For those of us working with data, we are all too familiar with how difficult it can be to fully understand what we are presented with. No matter how complex, data can be difficult for us to digest and make sense of.
Data visualization is an effective technique that can help us to understand all types of data, its distribution, as well as provide us with insights into hypotheses.
When used correctly, data visualization can help to clearly display and explain results from data analysis, allowing us to make comparisons between certain models.
There are multiple visualization techniques that can be used to effectively extract information from data. Let's take a look at some of them.
A histogram is a representation of the distribution of numerical data. It is an estimate of the probability distribution of a continuous variable.
This technique can be used to provide an idea of the shape of the distribution and to provide outliers of the data in question.
In the beginning, the data is split into respective bins that are known as intervals. Once split, you then need to sum up the number of occurrences for each interval.
Using dots, Scatter Plots can show any possible relationships between two variables, where each ax corresponds to a variable.
This graph interprets the correlation between variables while also detecting outliers. As it showcases two variables, it, therefore, represents bivariate data.
If we want to represent more than two variables in a two-dimension graph, we can use colors and play with the size of the dots to represent other variables.
A Scatterplot Matrix is a square and symmetric grid highlighting several scatterplots embedded within a graph. It's made up of rows and columns with each one corresponding to a specific variable. Each quadrant displays a scatterplot for the variables X and Y of the grid.
A correlation matrix is a table that shows the relationship between variables. Each cell (i,j) corresponds to the value of the correlation between the variables i and j.
The correlation is a value between -1 and 1, that represents the relationship between the variables. The example graph provided is a heatmap - which is a graphical representation of the correlation matrix in which the values of the correlation are represented by colors.
A Biplot displays information on samples and variables of datasets presented in graphs. This kind of plot is generally used for visualizing the relationship between principal components within each other and the variables.
The samples are represented by points and the variables by vectors. The length of the vectors represents the variance of the variable.
The angle between the arrows represents the correlation, where a smaller angle corresponds to a higher correlation. Points that are close to each other are viewed as similar observations.
The above example shows the relationship between some products (fish, vegetables, milk, etc) for each country (Portugal, Spain, etc). This shows how a Biplot is useful when trying to understand the relationship between variables and observations, and also between both variables and observations.
A Boxplot is a graphical representation of the distribution of the data based on its quartiles. The quartiles divide the data into four equal parts.

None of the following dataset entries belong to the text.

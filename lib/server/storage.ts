import "server-only";
// Sample storage behind one interface. Local disk under the data folder by default.
import fs from "node:fs/promises";
import path from "node:path";
import { env } from "./env";

export interface Storage {
  kind: string;
  check(): Promise<void>;
}

class LocalStorage implements Storage {
  readonly kind = "local";
  constructor(private readonly root: string) {}
  async check(): Promise<void> {
    await fs.mkdir(this.root, { recursive: true });
    const probe = path.join(this.root, `.probe-${process.pid}`);
    await fs.writeFile(probe, "ok");
    await fs.unlink(probe);
  }
}

let cached: Storage | undefined;
export function storage(): Storage {
  if (!cached) cached = new LocalStorage(path.resolve(env().KW_STORAGE_DIR));
  return cached;
}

The first quartile Q1 is the middle value between the median and the smallest value in the dataset. This corresponds to the 25th percentile.
The second quartile Q2 is the median for the dataset. This corresponds to the 50th percentile.

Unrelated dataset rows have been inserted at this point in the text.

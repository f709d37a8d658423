import "server-only";
// Identifiers and secret tokens. Tokens are sent to people once and stored only as SHA-256 hashes.
import crypto from "node:crypto";

export const newId = (): string => crypto.randomUUID();
export const newToken = (): string => crypto.randomBytes(32).toString("base64url");
export const hashToken = (token: string): string => crypto.createHash("sha256").update(token).digest("hex");
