/// Reads and checks an attributes table. `written` is the path as the universe file names it.
pub fn read_attributes(
    written: &str,
    resolved: &Path,
    columns: &AttributeColumns,
) -> Result<Attributes> {
    let format = TableFormat::from_path(resolved, "attributes.file")?;
    let source = Source {
        file: resolved.to_path_buf(),
        format,
    };
    let bytes = std::fs::read(resolved).map_err(|e| Error::Io {
        path: resolved.to_path_buf(),
        action: "cannot read the attributes file",
        source: e,
    })?;
    let mut used = vec![
        columns.security.as_str(),
        &columns.industry,
        &columns.equity_value,
        &columns.debt,
        &columns.tax_rate,
    ];
    used.extend(columns.cash.as_deref());
    let mut whole_header = None;
    let mut csv_header = None;
    let frame = match format {
        TableFormat::Csv => {
            // Empty lines after the last row are no rows (the hash below is of every byte).
            let bytes = crate::io::sanity::without_trailing_empty_records(&bytes);
            let header = super::header::header(&source, bytes)?;
            if let Some((line, message)) = crate::io::encoding::first_non_utf8(bytes) {
                return Err(source.row_error(line.saturating_sub(1), message));
            }
            super::header::check_repeated_names(&source, &header, &used)?;
            let expected = header.len();
            let fewest = crate::io::sanity::fewest_fields(&header);
            if let Some((record, message)) = first_bad_record(bytes, expected, Some(fewest)) {
                return Err(source.row_error(record.saturating_sub(1), message));
            }
            csv_header = Some(header);
            CsvReadOptions::default()
                .with_has_header(true)
                // All text, so each number is parsed (and reported) here.
                .with_infer_schema_length(Some(0))
                .into_reader_with_file_handle(Cursor::new(bytes))
                .finish()
        }
        TableFormat::Parquet => {
            let (frame, header) = read_parquet(&source, &bytes, &used)?;
            whole_header = Some(header);
            frame
        }
    }
    .map_err(|e| {
        let message = crate::error::reader_message(&e);
        source.file_error(format!("not a readable table: {message}"))
    })?;
    if let Some(header) = &csv_header {
        check_unnamed(&source, header, &frame)?;
    }
    let records = records(&source, &frame, whole_header, columns)?;
    let thousands_points = thousands_points_in(&frame, columns);
    check_listed_once(&source, &records)?;
    let mut records = records;
    records.sort_by(|a, b| a.security.cmp(&b.security));
    Ok(Attributes {
        file: AttributesFile {
            path: written.to_string(),
            sha256: crate::io::series::sha256_hex(&bytes),
            format,
            rows: records.len(),
        },
        records,
        thousands_points,
    })
}

/// The figure columns (equity value, debt, cash) of a CSV table read as text whose points look
/// like thousands separators ([`thousands_points`], [`points_against_whole`]).
fn thousands_points_in(frame: &DataFrame, columns: &AttributeColumns) -> Vec<ThousandsPoints> {
    let figures = [
        Some(&columns.equity_value),
        Some(&columns.debt),
        columns.cash.as_ref(),
    ];
    let texts: Vec<(&str, Vec<&str>)> = (figures.into_iter().flatten())
        .filter_map(|name| {
            let cells = frame.column(name).ok()?.str().ok()?;
            let texts = cells.iter().flatten().map(str::trim);
            Some((name.as_str(), texts.filter(|t| !t.is_empty()).collect()))
        })
        .collect();
    (texts.iter())
        .filter_map(|(name, cells)| {
            (thousands_points(name, cells.iter().copied()))
                .or_else(|| points_against_whole(name, cells, &texts))
        })
        .collect()
}

/// A CSV attributes column the header leaves unnamed may not hold a value (found by review: a
/// decimal comma, `0,25` under a header ending `tax_rate,`, was read as a tax rate of 0 with
/// the 25 left unread); `frame` holds every column as text, in the header's order.
fn check_unnamed(source: &Source, header: &[String], frame: &DataFrame) -> Result<()> {
    let columns = frame.columns();
    // A first column is where dataframe libraries write their row index, and holds no part of
    // a split number.
    let unnamed = |(i, name): &(usize, &String)| *i > 0 && super::checks::unnamed(name);
    for (i, _) in header.iter().enumerate().filter(unnamed) {
        let Some(cells) = columns.get(i).map(super::checks::cell_texts) else {
            continue;
        };
        if let Some((k, value)) =
            (cells.iter().enumerate()).find_map(|(k, v)| Some((k, v.as_ref()?)))
        {
            let left = (i.checked_sub(1)).and_then(|l| {
                let cell = super::checks::cell_texts(columns.get(l)?).get(k)?.clone()?;
                Some((header[l].clone(), cell))
            });
            let left = left.as_ref().map(|(n, c)| (n.as_str(), c.as_str()));
            return Err(source.row_error(
                k,
                crate::io::sanity::unnamed_value_message(i + 1, value, left),
            ));
        }
    }
    Ok(())
}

The third quartile Q3 is the middle between the median and the highest value in the dataset. This corresponds to the 75th percentile.
These values are represented inside a box, and the distance between the different parts of the box represents the level of dispersion of the data. The boxplot may represent outliers by points. The IQR value corresponds to the difference between Q3 and Q1.
For the normal distribution, the data is equally distributed around the mean, and as a result, the location of the marks in the boxplot will be equally spaced. We can see this in the following graph.
Other types of plots such as bar plots, pie plots, and map plots, can help to visualize certain information. You can plot the original data to see or validate assumptions about certain characteristics. You can also plot your results by comparing the predicted values for testing and the real values.
In addition, you can plot the clustering results to see how the data is grouped, highlighting the variables that are affecting the determination of the clusters.
There are also more plots available such as 3-dimensional scatter plots and other representations that might be useful for more complicated sceneries.
As highlighted throughout, data visualization is an important and effective technique for helping us understand data.
First off, it helps you to understand and make sense of data and can help to find outliers and take insights around the distribution of the data. Secondly, it can provide information and examples of how certain variables are related to one another.
Finally, it can help you to explain the output of your model, as well as compare the performance of different models against one another.
So, when used correctly, data visualization is a technique that can effectively help not just data scientists working with complex data, but also with simpler types of data that we are presented with on a day-to-day basis.